In my experience, it is therefore important in the context of safety culture development projects to give managers the opportunity to take a closer look at this robust and perfidious cognitive illusion. After all, we are reluctant to give up a notion that makes us believe we can grasp the unpredictability of the world. When we need to break away from the comforting "I've-always-known," we as leaders come face-to-face with loss of control. It's uncomfortable. It pays to have a coach by your side during such confrontations.
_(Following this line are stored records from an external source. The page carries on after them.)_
def test_censored_fit_recovers_the_truth():
    # simulation, seeded: 40 workers x 5 samples, 30% non-detects
    truth = np.array([0.0, np.log(0.8), np.log(0.6)])
    y, det, _code, worker = simulate(8, [5] * 40, 0.0, 0.8, 0.6, censored_share=0.3)
    assert 0.2 < np.mean(~det) < 0.4
    model = W.fit_workers(np.exp(y), det, worker)
    est = np.array([model.mu, np.log(model.sigma_between), np.log(model.sigma_within)])
    se = np.sqrt(np.diag(model.cov))
    assert np.all(np.abs(est - truth) < 3 * se)
    assert np.all(se < [0.2, 0.3, 0.12])
    assert model.n_censored == int(np.sum(~det)) and "left-censored" in model.method


@pytest.mark.slow
def test_wald_interval_of_mu_covers_with_censoring():
    # simulation, seeded: 40 data sets of 15 workers x 4 samples, 30% non-detects
    hits, reps = 0, 40
    for rep in range(reps):
        y, det, _code, worker = simulate(100 + rep, [4] * 15, 1.0, 0.7, 0.5, censored_share=0.3)
        model = W.fit_workers(np.exp(y), det, worker)
        hits += abs(model.mu - 1.0) < 1.96 * np.sqrt(model.cov[0, 0])
    # nominal 95%; binomial SD of the rate about 3.4% at 40 data sets
    assert 0.85 <= hits / reps <= 1.0


# -- uses of the fit --------------------------------------------------------------

@pytest.fixture(scope="module")
def censored_model():
    y, det, _code, worker = simulate(9, [5] * 30, 0.0, 0.9, 0.5, censored_share=0.3)
    return W.fit_workers(np.exp(y), det, worker)


def test_exceedance_of_worker_means_is_the_lognormal_tail(censored_model):
    m = censored_model
    limit = 2.5
    est, lo, hi = W.exceedance_of_worker_means(m, limit)
    # closed form (from memory): P = 1 - Phi((ln L - mu - sw^2/2)/sb)
    z = (m.mu + m.sigma_within ** 2 / 2 - np.log(limit)) / m.sigma_between
    assert est == pytest.approx(ndtr(z), rel=1e-12)
    # simulation, seeded: share of simulated workers' long-term means above L
    b = np.random.default_rng(10).normal(0.0, m.sigma_between, 400_000)
    share = np.mean(np.exp(m.mu + b + m.sigma_within ** 2 / 2) > limit)
    assert share == pytest.approx(est, abs=4 * np.sqrt(est * (1 - est) / b.size))
    # delta method on the probit scale with a numerical gradient (statsmodels numdiff)
    theta = np.array([m.mu, np.log(m.sigma_between), np.log(m.sigma_within)])

    def probit(th):
        return (th[0] + np.exp(2 * th[2]) / 2 - np.log(limit)) / np.exp(th[1])

    g = approx_fprime(theta, probit, centered=True)
    se = np.sqrt(g @ m.cov @ g)
    assert lo == pytest.approx(ndtr(z - 1.959963984540054 * se), rel=1e-6)
    assert hi == pytest.approx(ndtr(z + 1.959963984540054 * se), rel=1e-6)
    assert lo < est < hi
The highest and most important commandment in connection with the hindsight and result bias is never to judge the quality of a decision by its outcome. But always by the quality of the process that led to the decision or action. Seen in this light, it would be correct for managers who have made high profits by taking too much risk, but who can only owe these profits to luck, to be sanctioned by their superiors. But because we are subject to the hindsight and outcome fallacy, we tend to attribute a sense of success to such managers. All those who doubt happiness-addled momentary luminaries are labeled mediocre, timid, and weak in light of the success they claim for themselves. This reflection illustrates to us the persistence of the hindsight and outcome fallacy. As leaders, we are challenged to counter it with consistent self-leadership. Those who set out to anchor a safety culture in the company are challenged to start with themselves.

Note

This call is not only addressed to executives, but in particular to prosecutors and judges. They are always in the position of the retrospective. The hindsight bias helps the prosecuting party to present a coherent story, which may or may not coincide with reality. The effect of "it was obvious (given the harm) that the defendant took too great a risk" works great with the judging public as well as with many judges. It is good to know that there are increasingly judges who can successfully resist this perfidious distortion of perception. What is difficult for judges, on the other hand, is the fact that criminal law does not primarily focus on the courses of action and decision-making processes that led to the damage, but on the magnitude of the damage. It would be time for our legislators to balance the two orientations here.